We model sporadic mutagenesis in adult pancreas tissues of the mouse by expressing a genetic mutation linked to pancreatic cancer in low numbers of epithelial cells in an otherwise healthy tissue. Using a fluorescence reporter to label mutant cells and quantitative imaging approaches, we trace the fate of mutant cells in tissues over time. We discovered that while most genetically mutant cells are removed from the pancreas in vivo; remarkably, some mutant cells are never eliminated. This raises the question as to whether cell elimination is stochastic or is determined by predictive cell intrinsic or tissue-dependent factors.

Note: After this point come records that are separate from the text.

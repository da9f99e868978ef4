import { useMemo } from 'react';
import { Link } from 'react-router-dom';
import type { HoursRow } from '#shared/contracts/hours.ts';
import { DataTable } from '../../ui/data-table.tsx';
import { Hours, Nothing } from '../../ui/figures.tsx';
import { useFormatter } from '../../ui/formatter-context.tsx';
import { RowActs } from '../../ui/row-acts.tsx';
import type { Column } from '../../ui/table.tsx';

type Props = {
  rows: readonly HoursRow[];
  shopId: string;
  ofOne?: boolean;
  /** null for people who only read. */
  onChange: ((hours: HoursRow) => void) | null;
  onVoid: (hours: HoursRow) => void;
};

/** Hours by day; void ones are struck through and say why. */
export function HoursTable({ rows, shopId, ofOne = false, onChange, onVoid }: Props) {
  const format = useFormatter();
  const columns = useMemo<readonly Column<HoursRow>[]>(() => {
    const all: (Column<HoursRow> & { hidden?: boolean })[] = [
      {
        id: 'day',
        header: 'Day',
        width: 'w-28',
        under: ofOne ? undefined : 'phone',
        bare: true,
        cell: (row) =>
          row.workedOn ? (
            <span className="whitespace-nowrap">{format.day(row.workedOn)}</span>
          ) : (
            <span className="text-soft">No day</span>
          ),
      },
      {
        id: 'rebuild',
        header: 'Rebuild',
        width: 'w-56',
        hidden: ofOne,
        cell: (row) => (
          <>
            <Link to={`/s/${shopId}/rebuilds/${row.rebuildId}`}>{row.rebuildTag}</Link>{' '}
            <span className="text-soft">{row.rebuildName}</span>
          </>
        ),
      },
      {
        id: 'who',
        header: 'Who',
        width: 'w-36',
        under: 'phone',
        bare: true,
        cell: (row) =>
          row.workerName ? (
            <span className="whitespace-nowrap">{row.workerName}</span>
          ) : (
            <span className="text-soft">Not said</span>
          ),
      },
      {
        id: 'task',
        header: 'Doing what',
        width: 'w-56',
        under: 'phone',
        bare: true,
        cell: (row) => (
          <>
            {row.task ?? <Nothing />}
            {row.voidReason && <span className="ml-2 inline-block">void: {row.voidReason}</span>}
          </>
        ),
      },
      {
        id: 'paid',
        header: 'Paid',
        width: 'w-20',
        under: 'phone',
        bare: true,
        cell: (row) => (row.isPaid ? 'Paid' : 'Own'),
      },
      {
        id: 'hours',
        header: 'Hours',
        width: 'w-20',
        number: true,
        cell: (row) => <Hours seconds={row.seconds} exact />,
      },
      {
        id: 'act',
        header: <span className="sr-only">Change</span>,
        width: 'w-32',
        under: 'phone',
        bare: true,
        hidden: onChange === null,
        cell: (row) =>
          row.voidedAt === null &&
          onChange && (
            <RowActs
              of={`${row.rebuildTag}, ${row.workedOn ?? 'no day'}`}
              onChange={() => onChange(row)}
              onVoid={() => onVoid(row)}
            />
          ),
      },
    ];
    return all.filter((column) => !column.hidden);
  }, [format, ofOne, shopId, onChange, onVoid]);
  return (
    <DataTable
      caption="Hours"
      rows={rows}
      columns={columns}
      rowKey={(row) => row.id}
      rowProps={(row) => (row.voidedAt ? { 'data-void': '' } : {})}
    />
  );
}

In this project, we will combine quantitative imaging in 3D tissues with spatial transcriptomics and computational biology to identify the molecular mechanisms underpinning cell elimination in the adult pancreas. We provide supporting data to show that 'never eliminated' mutant cells activate cell dormancy and stemness gene signatures and require Wnt signalling to avoid cell elimination. Here, we will uncouple cell intrinsic factors (e.g., stemness, Wnt) and extrinsic cues from tissue neighbourhoods with spatial and temporal resolution. We will also functionally test whether stemness per se determines cell elimination outcomes. This interdisciplinary project will improve our understanding of the mechanistic basis of tissue health and will directly impact future research in lifelong health and detection/prevention of cancer.